The method flow of FIG. 3 is an example flow that is depicted purely for the sake of clarity. In alternative embodiments, any other suitable flow can be used.
It will thus be appreciated that the embodiments described above are cited by way of example, and that the present invention is not limited to what has been particularly shown and described hereinabove. Rather, the scope of the present invention includes both combinations and sub-combinations of the various features described hereinabove, as well as variations and modifications thereof which would occur to persons skilled in the art upon reading the foregoing description and which are not disclosed in the prior art.
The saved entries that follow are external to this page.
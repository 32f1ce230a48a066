import { eq } from 'drizzle-orm'
import { afterAll, beforeAll, describe, expect, it } from 'vitest'
import { sweepSessions } from '../../../server/accounts/sessions.service'
import { db } from '../../../server/db/client'
import { idempotencyKeys, rateLimits, sessions } from '../../../server/db/schema'
import { createSessionCookie, startTestApp, type TestApp } from '../../support/app'
import { createIssuedCourse, createKitItem, createUser } from '../../support/factories'

const day = 24 * 3600_000

let app: TestApp
beforeAll(async () => {
  app = await startTestApp()
})
afterAll(() => app.close())

const sessionsOf = (userId: number) => db.select().from(sessions).where(eq(sessions.userId, userId))
const isSignedIn = async (cookie: string) => {
  const { body } = await app.asVisitor().get('/api/accounts/me').set('Cookie', cookie)
  return body.user !== null
}

describe('a session', () => {
  it('7.3.1 ends when it is not used for the idle limit', async () => {
    const { id } = await createUser()
    const cookie = await createSessionCookie(id)
    expect(await isSignedIn(cookie)).toBe(true)
    await db
      .update(sessions)
      .set({ expiresAt: new Date(Date.now() - 1000) })
      .where(eq(sessions.userId, id))
    expect(await isSignedIn(cookie)).toBe(false)
  })

  it('7.3.2 ends thirty days after signing in, however much it is used', async () => {
    const { id } = await createUser()
    const cookie = await createSessionCookie(id)
    const [row] = await sessionsOf(id)
    const age = async (days: number) => {
      const data = { ...JSON.parse(row?.data ?? ''), signedInAt: Date.now() - days * day }
      await db
        .update(sessions)
        .set({ data: JSON.stringify(data) })
        .where(eq(sessions.userId, id))
      return isSignedIn(cookie)
    }
    expect(await age(29.9)).toBe(true)
    expect(await age(30.1)).toBe(false)
    expect(await isSignedIn(cookie)).toBe(false)
  })

  it('7.2.2 is not believed with another signature, or none', async () => {
    const cookie = await createSessionCookie((await createUser()).id)
    expect(await isSignedIn(cookie)).toBe(true)
    expect(await isSignedIn(`${cookie.slice(0, -3)}abc`)).toBe(false)
    const sid =
      decodeURIComponent(cookie.split('=')[1] ?? '')
        .slice(2)
        .split('.')[0] ?? ''
    expect(await isSignedIn(`gf=${sid}`)).toBe(false)
  })

  it('7.4.1 is not brought back by a request that was under way when it ended', async () => {
    const course = await createIssuedCourse({
      isSample: true,
      furnish: ({ id }) => createKitItem(id, { key: 'gloves' }),
    })
    const path = `/api/courses/${course.slug}/lessons/${course.lesson.key}/kit-ticks`
    for (let turn = 0; turn < 8; turn++) {
      const agent = await app.asUser({ id: course.ownerId })
      await Promise.all([
        agent.put(path).send({ ticked: ['gloves'] }),
        agent.put(path).send({ ticked: ['gloves'] }),
        agent.delete('/api/sessions/current'),
      ])
      expect(await sessionsOf(course.ownerId)).toEqual([])
    }
  })

  it('is not kept for a visitor who only looks around', async () => {
    const before = await db.$count(sessions)
    for (const path of ['/api/accounts/me', '/api/courses', '/api/nothing']) {
      const { headers } = await app.asVisitor().get(path)
      expect(headers['set-cookie']).toBeUndefined()
    }
    expect(await db.$count(sessions)).toBe(before)
  })

  it('that cannot be read breaks one request and not the server', async () => {
    const { id } = await createUser()
    const cookie = await createSessionCookie(id)
    await db.update(sessions).set({ data: '{"cookie":' }).where(eq(sessions.userId, id))
    await app.asVisitor().get('/api/accounts/me').set('Cookie', cookie).expect(500)
    await app.asVisitor().get('/api/accounts/me').expect(200)
  })
})

describe('sweeping', () => {
  it('takes away what is over and leaves what lives', async () => {
    const [idle, old, alive] = [await createUser(), await createUser(), await createUser()]
    for (const { id } of [idle, old, alive]) await createSessionCookie(id)
    const past = (days: number) => new Date(Date.now() - days * day)
    await db
      .update(sessions)
      .set({ expiresAt: past(1) })
      .where(eq(sessions.userId, idle.id))
    await db
      .update(sessions)
      .set({ createdAt: past(31) })
      .where(eq(sessions.userId, old.id))
    await db.insert(rateLimits).values([
      { key: 'over', hits: 1, resetsAt: past(1) },
      { key: 'running', hits: 1, resetsAt: past(-1) },
    ])
    const key = { userId: alive.id, route: 'POST x', fingerprint: 'f' }
    await db.insert(idempotencyKeys).values([
      { ...key, key: 'of-last-month', createdAt: past(31) },
      { ...key, key: 'of-today' },
    ])
    await sweepSessions()
    expect(await sessionsOf(idle.id)).toEqual([])
    expect(await sessionsOf(old.id)).toEqual([])
    expect(await sessionsOf(alive.id)).toHaveLength(1)
    const limits = (await db.select().from(rateLimits)).map((row) => row.key)
    expect(limits).toContain('running')
    expect(limits).not.toContain('over')
    expect((await db.select().from(idempotencyKeys)).map((row) => row.key)).toEqual(['of-today'])
  })
})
Documents incorporated by reference in the present patent application are to be considered an integral part of the application except that to the extent any terms are defined in these incorporated documents in a manner that conflicts with the definitions made explicitly or implicitly in the present specification, only the definitions in the present specification should be considered.

Claims

1. A computing system, comprising:

a main processor comprising a cache; and

an accelerator, wherein:

the main processor is to assign a computing task to the accelerator; and

the accelerator is to select a sub-task of the computing task, and to assign the sub-task back to the main processor by stashing the sub-task directly into the cache of the main processor.

2. The system according to claim 1, wherein:

the main processor comprises (i) multiple processor cores, (ii) multiple Level-2 (L2) caches associated respectively with the multiple processor cores, and (iii) a System-Level Cache (SLC); and

the accelerator is to stash the sub-task directly into one of the L2 caches.

3. The system according to claim 2, wherein the accelerator is to choose a processor core among the multiple processor cores for executing the sub-task, and to stash the sub-task into an L2 cache of the chosen processor core.

4. The system according to claim 1, wherein:

the accelerator is to stash the sub-task directly into the SLC.

5. The system according to claim 4, wherein the main processor is to choose a processor core among the multiple processor cores for executing the sub-task, and wherein the chosen processor core is to retrieve the sub-task from the SLC.

6. The system according to claim 1, wherein the main processor is a Central Processing Unit (CPU) and the accelerator is a Graphics Processing Unit (GPU).

7. A computing method, comprising:

assigning a computing task from a main processor to an accelerator; and

in the accelerator, selecting a sub-task of the computing task, and assigning the sub-task back to the main processor by stashing the sub-task directly into a cache of the main processor.

8. The method according to claim 7, wherein:

stashing the sub-task comprises writing the sub-task directly into one of the L2 caches.

9. The method according to claim 8, wherein stashing the sub-task comprises, in the accelerator, choosing a processor core among the multiple processor cores for executing the sub-task, and stashing the sub-task into an L2 cache of the chosen processor core.

10. The method according to claim 7, wherein:

stashing the sub-task comprises writing the sub-task directly into the SLC.

11. The method according to claim 10, further comprising:

choosing, by the main processor, a processor core among the multiple processor cores for executing the sub-task; and

retrieving the sub-task from the SLC by the chosen processor core.

12. The method according to claim 7, wherein the main processor is a Central Processing Unit (CPU) and the accelerator is a Graphics Processing Unit (GPU).